### Extracted information
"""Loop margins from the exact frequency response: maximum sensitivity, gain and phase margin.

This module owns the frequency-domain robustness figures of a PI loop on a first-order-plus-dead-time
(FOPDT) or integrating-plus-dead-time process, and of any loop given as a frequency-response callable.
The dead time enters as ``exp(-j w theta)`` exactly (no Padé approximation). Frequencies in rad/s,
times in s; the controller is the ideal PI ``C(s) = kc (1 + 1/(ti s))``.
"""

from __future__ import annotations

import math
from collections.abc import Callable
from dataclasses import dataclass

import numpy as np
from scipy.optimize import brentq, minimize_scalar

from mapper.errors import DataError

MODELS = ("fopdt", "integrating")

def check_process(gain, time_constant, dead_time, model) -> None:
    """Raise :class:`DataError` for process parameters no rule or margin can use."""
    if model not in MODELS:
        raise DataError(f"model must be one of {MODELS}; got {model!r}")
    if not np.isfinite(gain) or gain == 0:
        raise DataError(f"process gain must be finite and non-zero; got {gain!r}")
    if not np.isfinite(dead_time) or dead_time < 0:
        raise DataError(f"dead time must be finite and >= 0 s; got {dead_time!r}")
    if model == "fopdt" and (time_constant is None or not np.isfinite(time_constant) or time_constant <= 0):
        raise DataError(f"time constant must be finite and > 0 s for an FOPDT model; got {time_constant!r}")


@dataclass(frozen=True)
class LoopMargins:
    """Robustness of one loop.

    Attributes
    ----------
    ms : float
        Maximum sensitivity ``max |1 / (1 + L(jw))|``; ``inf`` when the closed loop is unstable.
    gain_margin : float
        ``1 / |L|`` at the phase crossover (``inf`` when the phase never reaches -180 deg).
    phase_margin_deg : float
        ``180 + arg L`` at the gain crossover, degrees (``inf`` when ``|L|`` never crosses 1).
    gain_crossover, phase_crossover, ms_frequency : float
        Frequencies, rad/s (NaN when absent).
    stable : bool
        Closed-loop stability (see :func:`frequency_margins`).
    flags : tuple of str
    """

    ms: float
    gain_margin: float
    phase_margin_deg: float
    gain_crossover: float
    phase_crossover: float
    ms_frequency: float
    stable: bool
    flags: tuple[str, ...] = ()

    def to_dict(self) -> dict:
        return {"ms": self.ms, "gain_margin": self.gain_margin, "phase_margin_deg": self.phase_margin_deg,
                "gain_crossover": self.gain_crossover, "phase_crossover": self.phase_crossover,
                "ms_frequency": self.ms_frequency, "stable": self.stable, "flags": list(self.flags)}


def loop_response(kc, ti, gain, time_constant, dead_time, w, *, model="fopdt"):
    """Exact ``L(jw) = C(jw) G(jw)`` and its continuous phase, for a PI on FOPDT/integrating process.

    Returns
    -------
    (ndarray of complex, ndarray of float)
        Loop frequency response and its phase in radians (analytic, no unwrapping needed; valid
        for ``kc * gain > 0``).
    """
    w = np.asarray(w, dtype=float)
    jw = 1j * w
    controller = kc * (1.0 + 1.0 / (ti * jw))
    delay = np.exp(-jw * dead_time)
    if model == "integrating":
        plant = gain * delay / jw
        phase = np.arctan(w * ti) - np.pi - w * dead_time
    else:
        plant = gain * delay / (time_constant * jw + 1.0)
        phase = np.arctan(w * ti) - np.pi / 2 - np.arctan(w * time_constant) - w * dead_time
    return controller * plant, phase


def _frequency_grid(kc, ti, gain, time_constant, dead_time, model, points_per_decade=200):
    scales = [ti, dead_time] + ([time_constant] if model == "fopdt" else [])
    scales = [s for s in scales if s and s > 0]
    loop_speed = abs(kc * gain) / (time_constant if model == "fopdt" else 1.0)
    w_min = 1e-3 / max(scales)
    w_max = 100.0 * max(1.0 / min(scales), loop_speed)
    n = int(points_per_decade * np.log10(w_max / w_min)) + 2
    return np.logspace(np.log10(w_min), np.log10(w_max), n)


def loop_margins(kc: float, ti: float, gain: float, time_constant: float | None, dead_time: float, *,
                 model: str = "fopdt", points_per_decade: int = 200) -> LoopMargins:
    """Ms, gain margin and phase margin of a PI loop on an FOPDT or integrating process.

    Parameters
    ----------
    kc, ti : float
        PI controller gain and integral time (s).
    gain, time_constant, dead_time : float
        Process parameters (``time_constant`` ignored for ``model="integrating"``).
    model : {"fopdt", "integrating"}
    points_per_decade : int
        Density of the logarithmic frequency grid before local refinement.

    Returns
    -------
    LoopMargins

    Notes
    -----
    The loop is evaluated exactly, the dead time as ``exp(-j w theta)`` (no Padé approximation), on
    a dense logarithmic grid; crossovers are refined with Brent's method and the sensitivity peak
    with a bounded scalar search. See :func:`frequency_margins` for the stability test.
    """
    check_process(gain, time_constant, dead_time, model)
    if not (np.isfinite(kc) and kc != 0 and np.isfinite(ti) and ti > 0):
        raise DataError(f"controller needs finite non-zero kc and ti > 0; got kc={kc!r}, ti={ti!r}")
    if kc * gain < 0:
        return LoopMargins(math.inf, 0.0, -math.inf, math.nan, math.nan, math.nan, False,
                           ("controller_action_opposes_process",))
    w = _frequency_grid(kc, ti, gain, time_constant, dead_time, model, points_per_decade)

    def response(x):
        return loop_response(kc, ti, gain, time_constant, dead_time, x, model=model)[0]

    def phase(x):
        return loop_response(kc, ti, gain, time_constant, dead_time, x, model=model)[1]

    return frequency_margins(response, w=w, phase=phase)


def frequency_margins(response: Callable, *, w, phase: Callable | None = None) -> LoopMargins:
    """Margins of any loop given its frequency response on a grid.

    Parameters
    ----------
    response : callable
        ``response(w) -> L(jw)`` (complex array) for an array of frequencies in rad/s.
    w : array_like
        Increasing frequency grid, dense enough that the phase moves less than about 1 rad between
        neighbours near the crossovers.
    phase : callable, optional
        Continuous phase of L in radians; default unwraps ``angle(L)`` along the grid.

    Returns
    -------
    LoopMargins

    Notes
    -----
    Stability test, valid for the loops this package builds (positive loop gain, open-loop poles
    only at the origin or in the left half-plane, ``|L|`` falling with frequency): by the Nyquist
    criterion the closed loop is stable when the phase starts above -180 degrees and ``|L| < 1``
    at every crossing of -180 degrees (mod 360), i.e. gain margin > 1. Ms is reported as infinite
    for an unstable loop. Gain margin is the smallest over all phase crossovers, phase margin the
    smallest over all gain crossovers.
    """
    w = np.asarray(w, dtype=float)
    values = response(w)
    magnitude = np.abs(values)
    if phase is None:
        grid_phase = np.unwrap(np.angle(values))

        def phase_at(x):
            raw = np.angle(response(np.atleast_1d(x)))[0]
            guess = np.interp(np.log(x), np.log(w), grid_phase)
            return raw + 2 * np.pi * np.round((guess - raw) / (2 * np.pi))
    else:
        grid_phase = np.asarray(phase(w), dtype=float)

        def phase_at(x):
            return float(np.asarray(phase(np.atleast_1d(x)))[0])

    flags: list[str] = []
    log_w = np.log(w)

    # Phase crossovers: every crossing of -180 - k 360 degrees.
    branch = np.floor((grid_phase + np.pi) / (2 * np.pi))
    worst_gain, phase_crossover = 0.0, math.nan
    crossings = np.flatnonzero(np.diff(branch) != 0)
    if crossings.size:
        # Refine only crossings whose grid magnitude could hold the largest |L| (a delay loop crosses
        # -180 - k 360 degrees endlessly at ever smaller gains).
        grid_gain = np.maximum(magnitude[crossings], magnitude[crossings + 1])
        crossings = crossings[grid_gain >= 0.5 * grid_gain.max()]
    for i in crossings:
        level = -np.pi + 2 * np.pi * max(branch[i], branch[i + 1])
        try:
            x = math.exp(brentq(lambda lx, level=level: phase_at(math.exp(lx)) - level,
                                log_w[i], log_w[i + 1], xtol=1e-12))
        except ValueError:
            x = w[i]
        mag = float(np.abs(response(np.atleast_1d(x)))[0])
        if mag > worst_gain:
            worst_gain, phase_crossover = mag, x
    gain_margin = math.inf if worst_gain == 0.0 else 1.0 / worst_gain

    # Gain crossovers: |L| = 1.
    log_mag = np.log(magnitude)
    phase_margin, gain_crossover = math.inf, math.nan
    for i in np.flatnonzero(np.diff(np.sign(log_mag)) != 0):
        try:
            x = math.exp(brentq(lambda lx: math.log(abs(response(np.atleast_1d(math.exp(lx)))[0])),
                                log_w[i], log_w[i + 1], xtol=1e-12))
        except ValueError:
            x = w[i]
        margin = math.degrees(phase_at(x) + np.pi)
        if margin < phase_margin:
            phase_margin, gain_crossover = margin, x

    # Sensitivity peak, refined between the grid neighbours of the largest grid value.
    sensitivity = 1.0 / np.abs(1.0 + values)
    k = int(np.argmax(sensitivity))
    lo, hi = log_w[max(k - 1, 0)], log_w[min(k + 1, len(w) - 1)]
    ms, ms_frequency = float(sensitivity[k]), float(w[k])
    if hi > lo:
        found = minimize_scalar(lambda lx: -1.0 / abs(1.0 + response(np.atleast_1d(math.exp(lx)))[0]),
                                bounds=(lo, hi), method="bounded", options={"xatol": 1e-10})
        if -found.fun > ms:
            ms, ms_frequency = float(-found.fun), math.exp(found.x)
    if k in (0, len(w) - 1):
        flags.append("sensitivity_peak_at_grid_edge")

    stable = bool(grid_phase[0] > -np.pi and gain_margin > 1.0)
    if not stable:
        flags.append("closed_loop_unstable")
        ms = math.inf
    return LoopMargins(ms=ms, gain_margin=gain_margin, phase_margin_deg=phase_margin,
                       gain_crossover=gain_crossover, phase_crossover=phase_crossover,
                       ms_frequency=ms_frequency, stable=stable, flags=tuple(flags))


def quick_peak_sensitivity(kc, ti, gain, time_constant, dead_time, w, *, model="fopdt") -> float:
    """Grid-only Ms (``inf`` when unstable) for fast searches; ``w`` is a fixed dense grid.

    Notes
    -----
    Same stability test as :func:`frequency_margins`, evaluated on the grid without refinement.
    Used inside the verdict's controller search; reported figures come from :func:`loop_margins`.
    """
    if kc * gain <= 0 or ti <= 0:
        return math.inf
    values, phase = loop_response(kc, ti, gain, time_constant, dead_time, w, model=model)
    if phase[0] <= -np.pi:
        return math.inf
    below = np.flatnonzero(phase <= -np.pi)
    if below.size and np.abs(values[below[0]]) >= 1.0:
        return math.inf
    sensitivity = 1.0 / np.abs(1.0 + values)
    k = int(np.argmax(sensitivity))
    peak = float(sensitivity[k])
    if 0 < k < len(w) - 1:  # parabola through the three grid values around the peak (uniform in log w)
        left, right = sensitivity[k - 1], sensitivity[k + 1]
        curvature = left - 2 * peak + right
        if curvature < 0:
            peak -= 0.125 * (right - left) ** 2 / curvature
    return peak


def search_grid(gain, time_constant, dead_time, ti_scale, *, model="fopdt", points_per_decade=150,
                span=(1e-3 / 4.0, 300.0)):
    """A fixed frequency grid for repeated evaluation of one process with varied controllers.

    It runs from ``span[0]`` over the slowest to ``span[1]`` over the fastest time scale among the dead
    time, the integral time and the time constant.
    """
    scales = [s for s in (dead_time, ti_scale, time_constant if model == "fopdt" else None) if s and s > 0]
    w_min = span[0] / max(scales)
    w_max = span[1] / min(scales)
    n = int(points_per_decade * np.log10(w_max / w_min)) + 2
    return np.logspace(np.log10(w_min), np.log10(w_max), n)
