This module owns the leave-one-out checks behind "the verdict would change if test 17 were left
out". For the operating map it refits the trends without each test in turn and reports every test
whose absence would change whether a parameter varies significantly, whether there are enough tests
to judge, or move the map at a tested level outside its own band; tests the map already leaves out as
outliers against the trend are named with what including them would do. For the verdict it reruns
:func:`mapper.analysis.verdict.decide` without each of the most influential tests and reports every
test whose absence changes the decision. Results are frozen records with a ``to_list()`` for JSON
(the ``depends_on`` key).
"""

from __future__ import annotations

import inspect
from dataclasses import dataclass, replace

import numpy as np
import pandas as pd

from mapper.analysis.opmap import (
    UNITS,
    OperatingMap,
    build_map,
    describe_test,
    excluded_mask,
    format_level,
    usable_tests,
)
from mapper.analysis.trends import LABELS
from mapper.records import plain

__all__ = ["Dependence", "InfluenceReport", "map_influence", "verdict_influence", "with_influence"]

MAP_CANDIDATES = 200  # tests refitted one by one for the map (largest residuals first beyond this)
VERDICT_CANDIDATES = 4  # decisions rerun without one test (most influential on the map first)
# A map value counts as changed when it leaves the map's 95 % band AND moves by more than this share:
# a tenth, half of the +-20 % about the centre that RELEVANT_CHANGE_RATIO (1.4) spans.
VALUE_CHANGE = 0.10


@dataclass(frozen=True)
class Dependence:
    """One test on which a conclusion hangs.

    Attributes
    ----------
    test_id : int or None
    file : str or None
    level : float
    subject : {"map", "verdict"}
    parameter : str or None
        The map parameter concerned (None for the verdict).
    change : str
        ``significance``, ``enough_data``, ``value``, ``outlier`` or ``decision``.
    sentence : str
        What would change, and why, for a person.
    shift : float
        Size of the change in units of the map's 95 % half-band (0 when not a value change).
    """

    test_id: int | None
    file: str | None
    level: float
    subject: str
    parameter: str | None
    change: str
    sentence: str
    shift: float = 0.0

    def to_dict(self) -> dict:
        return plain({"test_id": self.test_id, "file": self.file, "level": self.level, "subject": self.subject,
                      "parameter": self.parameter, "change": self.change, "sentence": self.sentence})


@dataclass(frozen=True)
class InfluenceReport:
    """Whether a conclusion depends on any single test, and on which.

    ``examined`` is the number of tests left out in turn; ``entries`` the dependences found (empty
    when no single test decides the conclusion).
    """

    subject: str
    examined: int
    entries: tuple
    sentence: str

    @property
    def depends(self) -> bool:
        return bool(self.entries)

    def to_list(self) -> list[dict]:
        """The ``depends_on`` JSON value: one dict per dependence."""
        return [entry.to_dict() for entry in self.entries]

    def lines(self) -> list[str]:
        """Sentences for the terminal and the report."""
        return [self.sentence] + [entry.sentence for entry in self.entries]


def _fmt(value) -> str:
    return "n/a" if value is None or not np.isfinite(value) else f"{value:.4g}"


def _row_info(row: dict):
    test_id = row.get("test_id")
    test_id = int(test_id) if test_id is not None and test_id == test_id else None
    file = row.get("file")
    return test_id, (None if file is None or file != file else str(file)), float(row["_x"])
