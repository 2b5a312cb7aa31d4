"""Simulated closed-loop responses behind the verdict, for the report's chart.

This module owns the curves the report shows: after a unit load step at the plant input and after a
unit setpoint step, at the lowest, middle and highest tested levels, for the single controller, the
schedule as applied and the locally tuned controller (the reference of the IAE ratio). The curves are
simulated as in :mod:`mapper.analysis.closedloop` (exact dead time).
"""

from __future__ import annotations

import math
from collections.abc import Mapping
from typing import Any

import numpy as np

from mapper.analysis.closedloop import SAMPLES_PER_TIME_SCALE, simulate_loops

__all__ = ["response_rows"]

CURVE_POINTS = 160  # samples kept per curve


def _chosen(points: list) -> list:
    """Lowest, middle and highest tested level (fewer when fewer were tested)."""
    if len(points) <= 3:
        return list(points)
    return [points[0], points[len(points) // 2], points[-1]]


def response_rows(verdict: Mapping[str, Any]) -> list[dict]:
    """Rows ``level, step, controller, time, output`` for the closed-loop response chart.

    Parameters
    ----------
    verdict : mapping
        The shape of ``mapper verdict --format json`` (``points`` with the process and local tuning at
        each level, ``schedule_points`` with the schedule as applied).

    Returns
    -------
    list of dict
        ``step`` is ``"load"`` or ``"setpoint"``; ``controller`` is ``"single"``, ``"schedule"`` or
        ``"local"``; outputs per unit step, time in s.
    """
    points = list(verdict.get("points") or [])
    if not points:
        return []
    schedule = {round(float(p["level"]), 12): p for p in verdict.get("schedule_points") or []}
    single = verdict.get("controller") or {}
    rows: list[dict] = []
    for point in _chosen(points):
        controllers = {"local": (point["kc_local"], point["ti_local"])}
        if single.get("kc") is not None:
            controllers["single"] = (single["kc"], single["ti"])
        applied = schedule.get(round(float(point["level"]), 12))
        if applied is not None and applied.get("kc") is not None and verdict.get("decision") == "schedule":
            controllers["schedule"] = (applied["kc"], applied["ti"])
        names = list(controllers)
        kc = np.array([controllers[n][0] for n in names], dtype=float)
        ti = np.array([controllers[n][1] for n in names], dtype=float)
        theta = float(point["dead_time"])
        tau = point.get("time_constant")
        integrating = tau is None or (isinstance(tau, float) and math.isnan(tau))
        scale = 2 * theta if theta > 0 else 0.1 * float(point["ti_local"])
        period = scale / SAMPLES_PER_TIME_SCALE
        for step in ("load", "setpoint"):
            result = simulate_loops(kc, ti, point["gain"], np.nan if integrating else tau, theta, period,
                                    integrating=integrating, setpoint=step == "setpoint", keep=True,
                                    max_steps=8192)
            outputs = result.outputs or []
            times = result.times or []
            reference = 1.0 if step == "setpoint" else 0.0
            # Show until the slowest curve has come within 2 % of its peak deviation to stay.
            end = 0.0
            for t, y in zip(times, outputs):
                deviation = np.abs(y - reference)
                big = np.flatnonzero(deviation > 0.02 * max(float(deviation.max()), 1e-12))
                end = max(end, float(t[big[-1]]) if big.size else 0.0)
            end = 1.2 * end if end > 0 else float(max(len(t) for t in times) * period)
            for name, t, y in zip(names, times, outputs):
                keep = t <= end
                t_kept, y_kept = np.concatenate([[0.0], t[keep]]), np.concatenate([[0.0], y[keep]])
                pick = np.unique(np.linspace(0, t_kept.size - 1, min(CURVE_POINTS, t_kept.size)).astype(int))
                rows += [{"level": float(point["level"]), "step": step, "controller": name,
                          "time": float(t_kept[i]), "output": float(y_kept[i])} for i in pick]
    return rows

### Your instructions
Count how many lines of the listing above include "applied" and report that number alone.

### Exercise output
5